Revenue totaled $11.2 million for the year ended December 31, 2022, which represents a contraction of 17.4%, or $2.4 million compared to 2021. The decline was primarily attributable to the re-emergence of COVID. Nevertheless, we saw sequential growth in each quarter during 2022 in our U.S. business. Our U.S revenue for the first half of 2022 was $4.2 million vs $5.1 million for the second half of 2022, an increase of $0.9 million, or 22.3%.
Gross Profit for the year ended December 31, 2022, was $6.8 million, compared to $8.3 million for the year ended December 31, 2021, a decrease of $1.5 million or 18.1%. Gross profit as a percentage of revenue for the year ended December 31, 2022, was 60.5% compared to 61.4% for 2021. The decrease in gross profit margin is primarily due to a decrease in sales, as revenue decreased by 17.4%, with the largest decrease of revenue in the U.S., which has a higher margin than international sales. During the first half of 2022, our gross margins were 58.2% compared to 62.6% for the second half of 2022 as our U.S revenues began to increase.
Sales and Marketing Expenses for the year ended December 31, 2022, rose by $5.2 million, or 58.5%, to $14.1 million, compared to $8.9 million for 2021. The increase was primarily due to an increase in advertising and marketing costs, as well as payroll related and travel expenses, and expenses related to the development of the ReShapeCare™ platform, all totaling an increase of $6.1 million. This increase was offset by a decline in stock-based compensation expense, commissions and other related costs of $0.9 million. During the first half of 2022, our sales and marketing expenses were $9.4 million compared to $4.8 million in the second half of 2022, a decline of $4.6 million, or 48.9%.
General and Administrative Expenses for the year ended December 31, 2022, decreased by $7.1 million, or 28.5%, to $17.4 million, compared to $24.3 million for 2021. The decrease is primarily due to a decline in stock-based compensation expense, and a reduction in consulting and professional fees totaling $10.4 million. This decrease was primarily offset by accrued litigation expenses and severance costs totaling $3.3 million. During the first half of 2022 our general and administrative expenses were $9.6 million compared to $7.7 million in the second half of 2022, a decrease of $1.9 million, or 19.4%.
Research and Development Expenses for the year ended December 31, 2022, increased by $0.2 million, or 7.3% to $2.5 million, compared to $2.3 million for 2021. The increase is primarily due to an increase in consulting and professional services related to the development of ReShape’s Diabetes Bloc-Stim Neuromodulation™ device and payroll related expenditures. Our R&D expenses for the first half of 2022 were $1.5 million compared to $1.0 million for the second half of 2022, a decrease of $0.5 million, or 30.0%.
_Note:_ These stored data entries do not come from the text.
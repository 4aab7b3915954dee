package loop

import (
	"fmt"
	"math"
	"sort"
	"strings"

	"gonum.org/v1/gonum/mat"
)

// MaxListedUsers is the most user indices Feasibility.Users lists; the
// reason then gives the count and the index and distance ranges of all.
const MaxListedUsers = 64

// summariseUsers describes a sorted list of user indices by count, index
// range and distance range, e.g. "3989 users, indices 11..3999, 312..1000 m".
func (sh *shared) summariseUsers(idx []int) string {
	if len(idx) == 0 {
		return "no users"
	}
	dmin, dmax := math.Inf(1), math.Inf(-1)
	for _, u := range idx {
		dmin, dmax = math.Min(dmin, sh.users[u].distanceM), math.Max(dmax, sh.users[u].distanceM)
	}
	if len(idx) == 1 {
		return fmt.Sprintf("1 user, index %d, at %.6g m", idx[0], dmin)
	}
	return fmt.Sprintf("%d users, indices %d..%d, %.6g..%.6g m", len(idx), idx[0], idx[len(idx)-1], dmin, dmax)
}

// lowestTargetDB is the lowest SIR target user u can have during the run:
// min_target_db with the outer loop on, the fixed target otherwise.
func (sh *shared) lowestTargetDB(int) float64 {
	if ol := sh.sc.OuterLoop; ol.Enabled {
		return math.Min(ol.MinTargetDB, ol.InitialTargetDB)
	}
	return sh.sc.OuterLoop.InitialTargetDB
}

// preRunFeasibility checks, before any slot is simulated and in time
// linear in the users, whether the scenario's own interference equation
// can carry its load: at the lowest targets the run can use, the pole
// bound (1+f)·Σ_i a_i·γ_i/(G_p+γ_i) >= 1 means no powers give every user
// its target (the single-receiver form of ρ(F) >= 1; Foschini & Miljanic,
// IEEE Trans. Veh. Technol. 42(4), 1993). ok is false when the load cannot
// be carried; fz then says why. Test hooks with a link-gain matrix are
// checked after the run (spectral radius).
func (sh *shared) preRunFeasibility() (fz Feasibility, ok bool) {
	if sh.hk != nil && sh.hk.matrix != nil {
		return Feasibility{}, true
	}
	fz.LoadFactor = sh.loadFactor(sh.lowestTargetDB)
	if fz.LoadFactor < 1 {
		return Feasibility{}, true
	}
	all := make([]int, sh.n)
	for i := range all {
		all[i] = i
	}
	what := fmt.Sprintf("the fixed target %g dB", sh.sc.OuterLoop.InitialTargetDB)
	if sh.sc.OuterLoop.Enabled {
		what = fmt.Sprintf("the lowest target the outer loop can set, %g dB", sh.lowestTargetDB(0))
	}
	fz.Infeasible = true
	fz.Users = []int{}
	fz.Reason = fmt.Sprintf("not simulated: pole capacity exceeded: load factor (1+f)·Σ a·γ/(G_p+γ) = %.4g >= 1 at %s, so no powers give every user its target (%s); reduce the users, their activity or the target",
		fz.LoadFactor, what, sh.summariseUsers(all))
	return fz, false
}

// loadFactor is (1+f)·Σ_i a_i·γ_i/(G_p+γ_i) for targets in dB.
func (sh *shared) loadFactor(targetDB func(u int) float64) float64 {
	s := 0.0
	for u := 0; u < sh.n; u++ {
		g := dbToLin(targetDB(u))
		a := sh.sc.Groups[sh.users[u].group].ActivityFactor
		s += a * g / (sh.gp + g)
	}
	return sh.f1 * s
}

func (sh *shared) feasibility(results []*repResult, rep *Report) Feasibility {
	var fz Feasibility
	var reasons []string
	mode := sh.sc.InnerLoop.Mode
	if sh.hk != nil && sh.hk.matrix != nil {
		fz.SpectralRadius = spectralRadius(sh.hk.matrix, dbToLin(sh.sc.OuterLoop.InitialTargetDB))
		if fz.SpectralRadius >= 1 {
			reasons = append(reasons, fmt.Sprintf("spectral radius of the normalised link-gain matrix at the target is %.4g >= 1: no powers reach the target (Foschini & Miljanic 1993)", fz.SpectralRadius))
		}
	} else {
		l0 := sh.loadFactor(func(int) float64 { return sh.sc.OuterLoop.InitialTargetDB })
		l1 := sh.loadFactor(func(u int) float64 { return results[0].targetDB[u] })
		fz.LoadFactor = math.Max(l0, l1)
		if fz.LoadFactor >= 1 {
			reasons = append(reasons, fmt.Sprintf("pole capacity exceeded: load factor (1+f)·Σ a·γ/(G_p+γ) = %.4g >= 1, no powers give every user its target", fz.LoadFactor))
		}
	}
	if mode == InnerModeClosedLoop || mode == InnerModeIdeal {
		for _, u := range rep.Users {
			if u.Figures.MaxPowerFraction.Value >= 0.5 && u.Figures.OutageProbability.Value >= 0.5 {
				fz.Users = append(fz.Users, u.User)
			}
		}
		if len(fz.Users) > 0 {
			reasons = append(reasons, fmt.Sprintf("%d users are pinned at max_power_dbm below target (at maximum power and in outage in >= 50 %% of slots)", len(fz.Users)))
		}
	}
	if mode == InnerModeIdeal {
		var bad int64
		for _, r := range results {
			bad += r.idealBad
		}
		if fr := float64(bad) / float64(sh.total*int64(len(results))); fr > 0.01 {
			reasons = append(reasons, fmt.Sprintf("the ideal joint power solution does not exist in %.3g %% of slots", 100*fr))
		}
	}
	sort.Ints(fz.Users)
	if len(fz.Users) > 0 {
		reasons = append(reasons, "pinned: "+sh.summariseUsers(fz.Users))
	}
	if len(fz.Users) > MaxListedUsers {
		fz.Users = fz.Users[:MaxListedUsers]
	}
	if fz.Users == nil {
		fz.Users = []int{}
	}
	fz.Infeasible = len(reasons) > 0
	fz.Reason = strings.Join(reasons, "; ")
	return fz
}

// spectralRadius is ρ(F) with F_ij = γ·G_ij/G_ii for j ≠ i, 0 on the
// diagonal (gonum mat eigenvalues).
func spectralRadius(G [][]float64, gamma float64) float64 {
	n := len(G)
	F := mat.NewDense(n, n, nil)
	for i := 0; i < n; i++ {
		for j := 0; j < n; j++ {
			if i != j {
				F.Set(i, j, gamma*G[i][j]/G[i][i])
			}
		}
	}
	var e mat.Eigen
	if !e.Factorize(F, mat.EigenNone) {
		return math.NaN()
	}
	r := 0.0
	for _, v := range e.Values(nil) {
		r = math.Max(r, math.Hypot(real(v), imag(v)))
	}
	return r
}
Cash and Cash Equivalents as of December 31, 2022 were $3.9 million and the company remains debt free on its balance sheet. Additionally, in February and April 2023, we completed two financings totaling $12.6 million. Based on available cash resources, the company believes there is sufficient cash on hand to fund current operations into 2024.
A full discussion of our financials is available in our Annual Report on Form 10-K, filed with the Securities and Exchange Commission.